Pagi itu di lingkungan SMP 1 Jati, Kudus, Jawa Tengah (Jateng), panas matahari sudah menyengat kulit. Tetapi, beberapa guru sudah berada di lapangan upacara. Tepatnya, di halaman sekolah, yang biasanya digunakan untuk kegiatan upacara bendera.
Mereka adalah guru-guru yang oleh sekolah diberi tanggung jawab menjadi petugas upacara bendera dalam rangka hari ulang tahun (HUT) ke-79 Persatuan Guru Republik Indonesia (PGRI) dan Hari Guru Nasional (HGN) 2024.
Mereka bukan guru yang terampil menjadi petugas upacara bendera. Tetapi, menerima mandat dari sekolah, yang tak dapat dihindari, kecuali ada alasan tertentu.
Para guru yang diberi mandat ini memang ada yang pada tahun-tahun sebelumnya pernah mendapat tugas serupa.
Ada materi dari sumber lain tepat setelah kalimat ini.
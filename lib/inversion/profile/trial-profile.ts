import type { Kernel } from '../fold/kernel';
import type { ShareFold } from '../fold/share-fold';
import type { ParameterName, ProfileKind } from '../types';

/** A parameter of the shape and the range that is searched. */
export interface ShapeParameter {
  name: ParameterName;
  lower: number;
  upper: number;
  /** Whether a bound is the natural end of the parameter, so that an interval ends there and is not open. */
  closed: readonly [boolean, boolean];
  /** Held at this value unless the settings say otherwise; null where it is free. */
  given: number | null;
}

/** An edge of a profile, by the shape parameters that it is made of. */
export interface EdgeParameters {
  /** Its depth is their sum; the last of them moves this edge. */
  position: readonly number[];
  /** Its width; zero makes a step. null for an edge that is always a step. */
  width: number | null;
}

/** Where the profile varies: on stretches [from, to] smoothly on the scale of step; elsewhere it is constant. */
export interface Stretch {
  fromNm: number;
  toNm: number;
  stepNm: number;
}

/**
 * A trial profile of one fit: its shape parameters, its populated share s(x) and the exact fold of what the probe sees of s. A
 * new one is one file that makes this and one line in trial-profiles.ts. `shape` holds the values in the order of `shape`
 * below; θ of the fit begins with them.
 */
export interface TrialProfile {
  kind: ProfileKind;
  shape: readonly ShapeParameter[];
  edges: readonly EdgeParameters[];
  /** Valleys of χ² bend, or others run beside them: several edges, or a share that the probe sees bent. */
  crooked: boolean;
  /** Always steps: χ² has kinks at the bin borders, and the last digits are found by bracketing instead of derivatives. */
  kinked: boolean;
  /** s(x) at a depth below the cap. */
  share(depthNm: number, shape: ArrayLike<number>): number;
  /** s(x) into slopes[0] and ∂s/∂shape_k into slopes[1 + k]. A step counts with its jump apart. */
  slopes(depthNm: number, shape: ArrayLike<number>, slopes: Float64Array): void;
  /** Where s varies, in ascending order of fromNm. */
  stretches(shape: ArrayLike<number>): readonly Stretch[];
  /** Depth and width of each edge, for pictures and sentences. */
  landmarks(shape: ArrayLike<number>): readonly { depthNm: number; widthNm: number }[];
  /** Values of each shape parameter that the global search tries, ascending. */
  searchAxes(range: SearchRange): Float64Array[];
  /** Valleys of the search that are followed to their bottom. */
  starts: number;
  /** Fold through the kernel with depths scaled by `scale` and a cap of capNm in front. */
  fold(
    kernel: Kernel,
    shape: ArrayLike<number>,
    capNm: number,
    scale: number,
    out: ShareFold,
  ): void;
}

export interface SearchRange {
  /** Deepest depth below the cap where a point in use has stops, nm. */
  deepestNm: number;
  /** Whether each shape parameter is held: its axis is then its value alone. */
  held: readonly boolean[];
  /** This many depths, denser where more muons stop. */
  depths(count: number): Float64Array;
}
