"""Options that several commands share."""

from __future__ import annotations

from datetime import UTC, date, datetime
from pathlib import Path
from typing import Annotated

import typer

from foresaid.cli.console import Format
from foresaid.model.errors import UsageError

LedgerPath = Annotated[
    Path,
    typer.Option(
        "--ledger", envvar="FORESAID_LEDGER", help="The ledger file.", show_default=False
    ),
]
OutputFormat = Annotated[
    Format, typer.Option("--format", help="A table to read, or every figure in full.")
]
CodebookPath = Annotated[
    Path | None,
    typer.Option("--codebook", help="A codebook of your own (TOML).", show_default=False),
]


def today() -> date:
    """Return the date on this machine; the only clock below is this one and ``now``."""
    return datetime.now().astimezone().date()


def now() -> str:
    """Return the time, RFC 3339 in UTC."""
    return datetime.now(UTC).isoformat(timespec="seconds").replace("+00:00", "Z")


def read_day(text: str | None) -> date:
    """Return the day of ``--as-of``, today when it is not given."""
    if text is None:
        return today()
    try:
        return date.fromisoformat(text)
    except ValueError:
        raise UsageError(
            f"--as-of {text} is not a date; write one such as 2025-06-30."
        ) from None
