"""Thin commands: arguments in, exit status out, no arithmetic."""
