"""Commands that read a ledger: calls, trace, score."""

from __future__ import annotations

from pathlib import Path
from typing import TYPE_CHECKING, Annotated, Any

import typer

from foresaid.cli.console import Format, console, counted, give_out, say, write
from foresaid.cli.options import LedgerPath, OutputFormat

if TYPE_CHECKING:
    from rich.console import Console

GroupKeys = Annotated[
    str,
    typer.Option(
        help="Group by any of forecaster, horizon, specificity, direction, instrument, "
        "desk, year, with commas; 'all' for one group."
    ),
]
NOTHING_SETTLED = "Nothing is settled yet, so outcomes are empty. Run: foresaid settle"


def calls(
    ledger: LedgerPath,
    forecaster: Annotated[
        str | None, typer.Option(help="Only this forecaster's calls.")
    ] = None,
    instrument: Annotated[
        str | None, typer.Option(help="Only calls on this instrument.")
    ] = None,
    outcome: Annotated[
        str | None, typer.Option(help="Only hit, miss, open, void or 'not a call'.")
    ] = None,
    format_: OutputFormat = Format.table,
) -> None:
    """List the calls with their outcomes under the latest settlement.

    Example: foresaid calls --ledger desk.foresaid --outcome open --format csv
    """
    from foresaid.ledger.store import Ledger
    from foresaid.pipeline.listing import CALL_COLUMNS, call_rows
    from foresaid.report.tables import call_columns, make_table

    wanted = {"forecaster": forecaster, "instrument": instrument, "outcome": outcome}
    with Ledger.open(ledger) as opened:
        rows, stale = call_rows(opened, {k: v for k, v in wanted.items() if v is not None})
    if stale is None:
        say(NOTHING_SETTLED)
    _tell_stale(stale or ())
    if format_ is not Format.table:
        give_out(rows, CALL_COLUMNS, format_)
        return
    screen = console()
    screen.print(make_table(call_columns(), rows, width=screen.width))
    say(f"{counted(len(rows), 'call')}.")


def trace(
    ref: Annotated[str, typer.Argument(metavar="REF", help="The call's ref.")],
    ledger: LedgerPath,
    format_: OutputFormat = Format.table,
) -> None:
    """Show step by step how one call was settled.

    Example: foresaid trace C-0412 --ledger desk.foresaid
    """
    from foresaid.ledger.store import Ledger
    from foresaid.pipeline.tracing import trace_call
    from foresaid.report.exports import as_json
    from foresaid.report.traces import trace_rows, trace_text

    with Ledger.open(ledger) as opened:
        found = trace_call(opened, ref)
    if format_ is Format.json:
        write(as_json(vars(found)))
    elif format_ is Format.csv:
        give_out(
            trace_rows(found.steps, found.prices, found.alternates), ["step", "text"], format_
        )
    else:
        width = min(console().width, 110)
        write(trace_text(found.call, found.steps, found.prices, found.alternates, width=width))


def score(
    ledger: LedgerPath,
    by: GroupKeys = "forecaster",
    weighted: Annotated[
        bool, typer.Option("--weighted", help="Count the codebook's class weights, too.")
    ] = False,
    field: Annotated[
        bool, typer.Option("--field", help="Rank the field beside the band of luck.")
    ] = False,
    format_: OutputFormat = Format.table,
) -> None:
    """Score the settled calls against four kinds of chance.

    A coin; the market's own past; the same calls at other times; and the best of the field
    under those.

    Example: foresaid score --ledger desk.foresaid --by forecaster,horizon
    """
    show_scores(ledger, _keys(by), format_, weighted=weighted, field=field)


def show_scores(
    ledger: Path, keys: list[str], form: Format, *, weighted: bool = False, field: bool = False
) -> None:
    """Give out the scores of one ledger, with the cautions beside the table."""
    from foresaid.ledger.store import Ledger
    from foresaid.pipeline.scoring import score_columns_of, score_ledger
    from foresaid.report import tables
    from foresaid.report.cautions import CAUTIONS

    with Ledger.open(ledger) as opened:
        scores = score_ledger(opened, keys, weighted=weighted)
    _tell_stale(scores.stale)
    if form is not Format.table:
        give_out(scores.rows, score_columns_of(keys), form)
        return
    if not scores.rows:
        say("There is no call to score yet.")
        return
    screen = console()
    if field:
        _show_field(screen, keys, scores.rows)
    else:
        shown = tables.score_columns(keys, has_weights=weighted)
        screen.print(tables.make_table(shown, scores.rows, width=screen.width))
        screen.print(f"\n{tables.SCORE_GUIDE}\n")
        beside = [row for row in scores.rows if tables.has_something_beside(row)]
        if beside:
            columns = tables.beside_columns(keys)
            screen.print(tables.make_table(columns, beside, width=screen.width))
            screen.print(f"\n{tables.BESIDE_GUIDE}\n")
    for text in CAUTIONS:
        screen.print(text)


def _show_field(screen: Console, keys: list[str], rows: list[dict[str, Any]]) -> None:
    from foresaid.report import field
    from foresaid.report.tables import make_table

    members = field.ranked(rows)
    if members:
        shown = field.field_columns(keys)
        screen.print(make_table(shown, members, width=screen.width))
        screen.print(f"\n{field.FIELD_GUIDE}\n")
        if field.shares_text(members[0]):
            screen.print(f"{field.shares_text(members[0])}\n")
    apart = [row for row in rows if not field.in_field(row)]
    if apart:
        screen.print(field.APART_GUIDE)
        screen.print(make_table(field.apart_columns(keys), apart, width=screen.width))
        screen.print("")


def errors(
    ledger: LedgerPath,
    by: GroupKeys = "forecaster",
    format_: OutputFormat = Format.table,
) -> None:
    """Show how far off targets, ranges, quantiles and bins were.

    Each is set against a forecast that takes no skill: no change for targets, the
    instrument's own past moves for the others.

    Example: foresaid errors --ledger desk.foresaid --by forecaster,horizon
    """
    from foresaid.ledger.store import Ledger
    from foresaid.pipeline.forecast_errors import error_columns, forecast_errors
    from foresaid.pipeline.groups import grouped_calls
    from foresaid.report import tables
    from foresaid.report.cautions import CAUTIONS

    keys = _keys(by)
    with Ledger.open(ledger) as opened:
        found = grouped_calls(opened, keys)
    rows = forecast_errors(found)
    _tell_stale(found.stale)
    if format_ is not Format.table:
        give_out(rows, error_columns(keys), format_)
        return
    if not rows:
        say("No target, range, quantiles or bins have matured with a stated date.")
        return
    screen = console()
    screen.print(tables.make_table(tables.error_columns(keys), rows, width=screen.width))
    screen.print(f"\n{tables.ERROR_GUIDE}\n")
    for text in CAUTIONS:
        screen.print(text)


def compare(
    first: Annotated[str, typer.Argument(metavar="FIRST", help="A forecaster.")],
    second: Annotated[str, typer.Argument(metavar="SECOND", help="Another one.")],
    ledger: LedgerPath,
    format_: OutputFormat = Format.table,
) -> None:
    """Compare two forecasters on the calls that both made.

    Only matured calls on the same instrument with the same window count.

    Example: foresaid compare a.lind b.kroll --ledger desk.foresaid
    """
    from foresaid.ledger.store import Ledger
    from foresaid.pipeline.comparing import COMPARE_COLUMNS, compare_forecasters
    from foresaid.report.cautions import CAUTIONS
    from foresaid.report.comparisons import comparison_lines

    with Ledger.open(ledger) as opened:
        row = compare_forecasters(opened, first, second)
    if format_ is not Format.table:
        give_out([row], COMPARE_COLUMNS, format_)
        return
    screen = console()
    for text in (*comparison_lines(row), "", *CAUTIONS):
        screen.print(text)


def _keys(by: str) -> list[str]:
    """Return the keys of ``--by``; ``all`` stands for none."""
    return [] if by.strip() == "all" else [key.strip() for key in by.split(",") if key.strip()]


def _tell_stale(parts: tuple[str, ...]) -> None:
    if parts:
        say(f"Since the last settlement there are {' and '.join(parts)}. Run: foresaid settle")


def add_to(app: typer.Typer) -> None:
    """Add the commands of this file to the tree."""
    app.command("calls")(calls)
    app.command("trace")(trace)
    app.command("score")(score)
    app.command("errors")(errors)
    app.command("compare")(compare)
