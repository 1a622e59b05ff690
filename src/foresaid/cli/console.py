"""Data to standard output, talk to standard error."""

from __future__ import annotations

import sys
from contextlib import contextmanager
from enum import StrEnum
from typing import TYPE_CHECKING, Any

from rich.console import Console
from rich.progress import BarColumn, Progress, TextColumn

if TYPE_CHECKING:
    from collections.abc import Callable, Iterable, Iterator, Sequence

    from foresaid.model.issues import Issue

CONTROL: dict[int, str] = dict.fromkeys((*range(32), *range(127, 160)), "\ufffd")
CONTROL |= {ord("\n"): "\n", ord("\t"): "\t"}
PIPE_WIDTH = 120
SHOWN_ISSUES = 1_000


class Format(StrEnum):
    """How a table is given out."""

    table = "table"
    csv = "csv"
    json = "json"


def console(*, stderr: bool = False) -> Console:
    """Return a console that shows text as it is: no markup, no emoji, no highlighting."""
    stream = sys.stderr if stderr else sys.stdout
    width = None if stream.isatty() else PIPE_WIDTH
    return Console(
        stderr=stderr, markup=False, emoji=False, highlight=False, soft_wrap=False, width=width
    )


def say(text: str) -> None:
    """Tell the user something that is not data; no control character reaches the screen."""
    console(stderr=True).print(text.translate(CONTROL), soft_wrap=True)


def counted(number: int, noun: str) -> str:
    """Return a number with its noun, in the plural where it is not one.

    Examples
    --------
    >>> counted(1, "row"), counted(2, "row")
    ('1 row', '2 rows')
    """
    return f"{number} {noun}" + ("" if number == 1 else "s")


def write(text: str) -> None:
    """Give out data, exactly as it is."""
    sys.stdout.write(text if text.endswith("\n") else text + "\n")
    sys.stdout.flush()


def give_out(rows: Sequence[dict[str, Any]], columns: Sequence[str], form: Format) -> None:
    """Give out rows as CSV or JSON, with exactly these columns."""
    from foresaid.report.exports import as_csv, as_json

    if form is Format.csv:
        write(as_csv(columns, rows))
    else:
        write(as_json([{name: row[name] for name in columns} for row in rows]))


def show_issues(issues: Iterable[Issue]) -> None:
    """Tell the faults of a file, the first ones in full."""
    from foresaid.report.tables import issue_lines

    found = tuple(issues)
    counts = [issue for issue in found if issue.code == "more-issues"]  # those not listed
    lines = issue_lines(issue for issue in found if issue.code != "more-issues")
    for line in (*lines[:SHOWN_ISSUES], *issue_lines(counts)):
        say(line)
    if len(lines) > SHOWN_ISSUES:
        say(f"... and {len(lines) - SHOWN_ISSUES} more of the same file.")


@contextmanager
def file_progress(label: str) -> Iterator[Callable[[int, int], None] | None]:
    """Show a bar for a long file where somebody is looking, nothing elsewhere."""
    if not sys.stderr.isatty():
        yield None
        return
    columns = (
        TextColumn("{task.description}"),
        BarColumn(),
        TextColumn("{task.percentage:.0f} %"),
    )
    with Progress(*columns, console=console(stderr=True), transient=True) as bar:
        task = bar.add_task(label, total=None)
        yield lambda done, total: bar.update(task, completed=done, total=total)
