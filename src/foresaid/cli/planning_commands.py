"""How much record is needed: power."""

from __future__ import annotations

from pathlib import Path
from typing import TYPE_CHECKING, Annotated

import typer

from foresaid.cli.console import Format, console, give_out
from foresaid.cli.options import OutputFormat

if TYPE_CHECKING:
    from foresaid.pipeline.planning import Plan


def power(
    forecaster: Annotated[
        str, typer.Argument(metavar="[FORECASTER]", help="Whose record, with --ledger.")
    ] = "",
    chance: Annotated[float, typer.Option(help="How often a call is right by chance.")] = 0.5,
    skill: Annotated[
        float | None, typer.Option(help="How often with the skill to be found.")
    ] = None,
    level: Annotated[float, typer.Option(help="One-sided level of the test.")] = 0.05,
    surely: Annotated[
        float, typer.Option("--power", help="How surely the skill is to be found.")
    ] = 0.8,
    field: Annotated[int | None, typer.Option(help="Records that are looked at.")] = None,
    overlap: Annotated[
        float, typer.Option(help="Mean number of calls that share one window.")
    ] = 1.0,
    calls: Annotated[int | None, typer.Option(help="Matured calls there are.")] = None,
    ledger: Annotated[
        Path | None,
        typer.Option(
            "--ledger", envvar="FORESAID_LEDGER", help="The ledger.", show_default=False
        ),
    ] = None,
    format_: OutputFormat = Format.table,
) -> None:
    """Say how many calls are needed to tell a skill from chance.

    With a forecaster: what their record could have shown at best. Without --skill ten
    points above chance are looked for.

    Example: foresaid power --chance 0.5 --skill 0.6 --field 20
    """
    from foresaid.model.errors import UsageError
    from foresaid.pipeline.planning import PLAN_COLUMNS, Plan, check_plan, planned

    if forecaster and ledger is None:
        raise UsageError("A forecaster's record is in a ledger: name it with --ledger.")
    if forecaster and ledger is not None:
        plan = _of_record(ledger, forecaster, field)
    else:
        wanted = min(chance + 0.1, 0.999999) if skill is None else skill
        plan = Plan(
            chance, wanted, level, surely, 1 if field is None else field, overlap, calls
        )
        check_plan(plan)
    row = planned(plan)
    if format_ is not Format.table:
        give_out([row], PLAN_COLUMNS, format_)
        return
    from foresaid.report.plans import plan_lines

    screen = console()
    for line in plan_lines(row):
        screen.print(line)


def _of_record(ledger: Path, forecaster: str, field: int | None) -> Plan:
    from foresaid.ledger.store import Ledger
    from foresaid.pipeline.planning import plan_of_record

    with Ledger.open(ledger) as opened:
        return plan_of_record(opened, forecaster, field=field)


def add_to(app: typer.Typer) -> None:
    """Add the commands of this file to the tree."""
    app.command("power")(power)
Menjadi petugas upacara bendera pada perhelatan yang sama.
Sekalipun begitu, menurut pengakuan mereka, tak menyisakan ingatan yang kuat karena setahun berlalu. Mereka harus berlatih lagi. Dan, yang lebih harus berlatih adalah guru-guru yang baru kali pertama mendapat tugas ini.
Karena, mereka belum memiliki pengalaman sama sekali. Hanya pernah melihat siswa yang menjadi petugas upacara bendera setiap kali ada upacara bendera. Baik upacara bendera pada setiap Senin maupun upacara bendera hari-hari nasional.
Pengalaman pernah menjadi petugas upacara bendera satu tahun sekali dan pernah melihat siswa menjadi petugas upacara bendera adalah modal yang sangat membantu para guru dalam latihan.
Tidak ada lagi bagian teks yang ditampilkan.